Desde o lançamento dos
três novos programas em setembro de 2014, a intervenção do BCE somou, até 9 de
janeiro, menos de €250 mil milhões.
Em particular, as duas
primeiras operações de refinanciamento direcionado (TLTRO) realizadas em
setembro e dezembro foram um fiasco, alocando apenas €212,5 mil milhões, quando
se esperava que pudessem atingir €400 mil milhões.
Para 2015 estão
previstas quatro novas operações da linha TLTRO, com a primeira a 26 de
fevereiro.
Os outros dois
programas de compra de ABS (asset-backed securities, que são títulos sobre
ativos financeiros privados) e as designadas covered bonds (obrigações sobre
créditos hipotecários e sobre o sector público), têm limitações de dimensão no
mercado europeu.
Os dois anteriores
programas de covered bonds, lançados em julho de 2009 e novembro de 2011,
somaram um valor nominal de €76,4 mil milhões.
O QE PODE EVITAR A
DEFLAÇÃO?
Não há certezas sobre
os efeitos do QE na zona euro e vários especialistas têm levantado dúvidas
sobre o sucesso de um programa deste tipo, principalmente se não for
acompanhado pela política orçamental.
Dos canais de
transmissão tradicionais, apenas o canal dos ativos pode funcionar com
facilidade.
A compra de dívida
pública ajuda diretamente a valorizar as obrigações dos Estados e,
indiretamente, isso transmite-se à generalidade dos ativos financeiros.
Só que não chega por
si só para relançar a procura.
E o problema é que o
impacto da descida geral das taxas de juro no mercado está limitado pelo facto de
muitos Estados, empresas e famílias estarem endividados.
Ao mesmo tempo, as
expectativas sobre a procura futura levam muitas empresas a adiar
investimentos.
E o crédito não está a
reagir como pretendido.
A QUEDA DO EURO VAI CONTINUAR?
Com O avanço do QE, o
mais provável é que continue a cair.
Mais euros no mercado pressionam
a sua descida.
A moeda europeia
perdeu 6,1% contra um cabaz de divisas dos 19 parceiros comerciais da zona euro
nos últimos 12 meses.
Este ano já caiu quase
2% e, em relação à moeda norte-americana, a queda ultrapassa 3,1%, com o euro a
valer actualmente menos de 1,2 dólares, um câmbio que já não se registava desde
2003.
“As actuais diferenças
macro-económicas entre a zona euro e os EUA, sugerem que o euro vai evoluir
para a paridade do dólar no segundo ou terceiro trimestre de 2015”, refere-nos
Constantin Gurdgieva, professor do Trinitry College em Dublin.
A paridade entre as
duas divisas já não se observa desde o início de dezembro de 2002.
Na quinta-feira,
depois do Banco Central Suíço anunciar o fim do tecto para a sua divisa contra
o euro, a moeda única atingiu o valor mais baixo desde 2003.

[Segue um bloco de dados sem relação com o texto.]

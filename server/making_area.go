package server

import (
	"context"
	"crypto/rand"
	"errors"
	"fmt"
	"io"
	"os"
	"slices"
	"sync"
	"time"

	"tripwell/forms"
	"tripwell/store"
)

// makingArea holds the workbooks and bundles that are made for the office pages: one of each a person, in a temporary file, never a
// whole one in memory. Few are made at a time; a finished one is kept for makingLife, until its person wants another or no longer wants
// it, or until the disk is wanted for newer ones.
type makingArea struct {
	mu     sync.Mutex
	of     map[makingKey]*making
	kept   []*making // finished, oldest first
	room   int64     // bytes that finished ones may take, and one that is being made
	turn   chan struct{}
	ctx    context.Context // ends with the server
	end    context.CancelFunc
	makers sync.WaitGroup
}

const (
	makingLife   = 24 * time.Hour
	makingsAtOne = 2
	makingRoom   = 4 << 30
)

// makingKey says whose making it is and of what.
type makingKey struct {
	person string
	kind   madeKind
}

// madeKind is what can be made: where its page stands, how it is sent, and which words speak of it.
type madeKind struct{ path, mime, words string }

var (
	madeWorkbook = madeKind{"/workbook/", workbookKind, "office.downloads.made_workbook."}
	madeBundle   = madeKind{"/bundle/", zipKind, "office.downloads.made_bundle."}
)

// maker writes a file, and stops where its progress or its context says so.
type maker func(ctx context.Context, w io.Writer, progress func(done, total int) error) error

// making is one file and how far it is. What is asked is never changed.
type making struct {
	kind             madeKind
	id, person, file string    // file is the name it is sent under
	site             string    // in words
	from, to         forms.Day // of its entries
	scope            store.Scope
	stop             context.CancelFunc
	ended            chan struct{} // closed when it is made, or cannot be

	mu          sync.Mutex
	begun, told bool // told: the page has sent the file once
	done, total int
	out         *os.File
	size        int64
	until       time.Time // when a finished one is let go of
	err         error
	sending     sync.WaitGroup
}

var errStopped = errors.New("the file is no longer wanted")

func newMakingArea() *makingArea {
	ctx, end := context.WithCancel(context.Background())
	return &makingArea{of: map[makingKey]*making{}, room: makingRoom, turn: make(chan struct{}, makingsAtOne), ctx: ctx, end: end}
}

func (m *making) key() makingKey { return makingKey{m.person, m.kind} }

// begin makes a file in place of the person's earlier one of its kind.
func (a *makingArea) begin(m *making, write maker) {
	ctx, stop := context.WithCancel(a.ctx)
	m.id, m.stop, m.ended = rand.Text(), stop, make(chan struct{})
	a.mu.Lock()
	former := a.of[m.key()]
	a.mu.Unlock()
	if former != nil {
		a.forget(former)
	}
	a.mu.Lock()
	a.of[m.key()] = m
	a.mu.Unlock()
	a.makers.Go(func() {
		defer close(m.ended)
		m.make(ctx, a.turn, a.room, write)
		if m.err == nil {
			time.AfterFunc(makingLife, func() { a.forget(m) })
			a.keep(m)
		}
	})
}

// keep notes a finished file, and lets go of the oldest where they take more room than there is.
func (a *makingArea) keep(m *making) {
	a.mu.Lock()
	a.kept = append(a.kept, m)
	left := a.room
	for _, k := range a.kept {
		left -= k.size
	}
	var over []*making
	for _, k := range a.kept[:len(a.kept)-1] {
		if left >= 0 {
			break
		}
		left += k.size
		over = append(over, k)
	}
	a.mu.Unlock()
	for _, k := range over {
		a.forget(k)
	}
}

// ofPerson gives what is made or kept for somebody.
func (a *makingArea) ofPerson(person string) (list []*making) {
	a.mu.Lock()
	defer a.mu.Unlock()
	for _, kind := range []madeKind{madeWorkbook, madeBundle} {
		if m := a.of[makingKey{person, kind}]; m != nil {
			list = append(list, m)
		}
	}
	return list
}

func (m *making) progress(ctx context.Context, done, total int) error {
	m.mu.Lock()
	m.done, m.total = done, max(done, total)
	m.mu.Unlock()
	if ctx.Err() != nil {
		return errStopped
	}
	return nil
}

// make waits for its turn and writes the file. The file has no name: what a stopped program leaves behind is nothing.
func (m *making) make(ctx context.Context, turn chan struct{}, room int64, write maker) {
	select {
	case turn <- struct{}{}:
		defer func() { <-turn }()
	case <-ctx.Done():
		m.fail(errStopped)
		return
	}
	m.mu.Lock()
	m.begun = true
	m.mu.Unlock()
	out, err := os.CreateTemp("", "tripwell-download-")
	if err != nil {
		m.fail(fmt.Errorf("temporary file for a download: %w", err))
		return
	}
	_ = os.Remove(out.Name()) // where an open file cannot be removed, shut removes it
	if err := write(ctx, &roomWriter{out, room}, func(done, total int) error { return m.progress(ctx, done, total) }); err != nil {
		shut(out)
		m.fail(err)
		return
	}
	size, err := out.Seek(0, io.SeekEnd)
	m.mu.Lock()
	m.out, m.size, m.err, m.until = out, size, err, time.Now().Add(makingLife)
	m.mu.Unlock()
}

// roomWriter refuses what is larger than the room there is.
type roomWriter struct {
	to   io.Writer
	left int64
}

func (w *roomWriter) Write(b []byte) (int, error) {
	if w.left -= int64(len(b)); w.left < 0 {
		return 0, refuse(codeTooLarge, "", "The file is larger than is kept here. Make it of fewer sites, or write it on the server with the command.")
	}
	return w.to.Write(b)
}

func shut(f *os.File) {
	f.Close()
	os.Remove(f.Name())
}

func (m *making) fail(err error) {
	m.mu.Lock()
	m.err = err
	m.mu.Unlock()
}

// drop stops a making and lets go of its file once nobody is sent it any more.
func (m *making) drop() {
	m.stop()
	go func() {
		<-m.ended
		m.mu.Lock()
		out := m.out
		m.out = nil
		m.mu.Unlock()
		m.sending.Wait()
		if out != nil {
			shut(out)
		}
	}()
}

// forget drops a making that is still its person's.
func (a *makingArea) forget(m *making) {
	a.mu.Lock()
	still := a.of[m.key()] == m
	if still {
		delete(a.of, m.key())
	}
	a.kept = slices.DeleteFunc(a.kept, func(k *making) bool { return k == m })
	a.mu.Unlock()
	if still {
		m.drop()
	}
}

// get gives a person's own making.
func (a *makingArea) get(id, person string) (*making, error) {
	a.mu.Lock()
	defer a.mu.Unlock()
	for _, m := range a.of {
		if m.person == person && m.id == id {
			return m, nil
		}
	}
	return nil, errNoMaking
}

var errNoMaking = refuse(codeNotFound, "", "This file is no longer kept here. Make it again on the downloads page.")

// open gives the finished file to be read from its beginning; the caller calls done afterwards.
func (m *making) open() (file io.Reader, size int64, done func(), err error) {
	m.mu.Lock()
	defer m.mu.Unlock()
	if m.out == nil {
		return nil, 0, nil, errNoMaking
	}
	m.sending.Add(1)
	return io.NewSectionReader(m.out, 0, m.size), m.size, m.sending.Done, nil
}

// close stops all makings and lets go of their files.
func (a *makingArea) close() {
	a.end()
	a.makers.Wait()
	a.mu.Lock()
	defer a.mu.Unlock()
	for key, m := range a.of {
		delete(a.of, key)
		m.drop()
	}
}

DEPOIS DISTO O QUE PODE AINDA O BCE FAZER MAIS?
O leque de armamento
começa a estreitar-se mas, no limite, há sempre margem para aumentar os
estímulos.
Seja pelo reforço da
sua magnitude – comprando mais dívida, por exemplo – seja alargando o tipo de
activos que são comprados para facilitar o ‘contágio’.
De qualquer maneira, a
margem do BCE é cada vez menor e cada novo programa que não é suficiente pode
levar a uma situação de descrença por parte dos investidores que dificulta
ainda mais a vida de Dragui.
A Reserva Federal ou o
Banco de Inglaterra, por exemplo, fixaram metas e mantiveram o pé no aceleradoraté
serem cumpridas.
Pode ser esta uma das
saídas do BCE, mas ao contrário dos seus pares americano e britânico, Frankfurt
não tem o mesmo espaço de manobra legal.
A POLÍTICA MONETÁRIA É SUFICIENTE?
Não.
O próprio Dragui
tem-se cansado de o dizer, particularmente desde a sua intervenção na
Conferência de Jackson Hole em agosto de 2014.
O presidente do BCE
apontou claramente a importância de impulsionar a procura por meios que não são
os da política monetária, mas através dos que estão nas mãos dos governantes,
que dispõem da política orçamental e da realização de reformas estruturais.
“Se estamos num barco
com dois motores e um deles não funciona, mesmo que façamos com que o que
funciona trabalhe mais, isto não nos levará mais rapidamente a bom porto,
andaremos aos círculos, diz Daniel Stelter, presidente do think tank Think
Beyond The Obvius.
Uma das boas notícias
da semana passada foi que a Comissão Europeia propôs uma intervenção flexível
das regras orçamentais, o que dá alguma liberdade à política orçamental.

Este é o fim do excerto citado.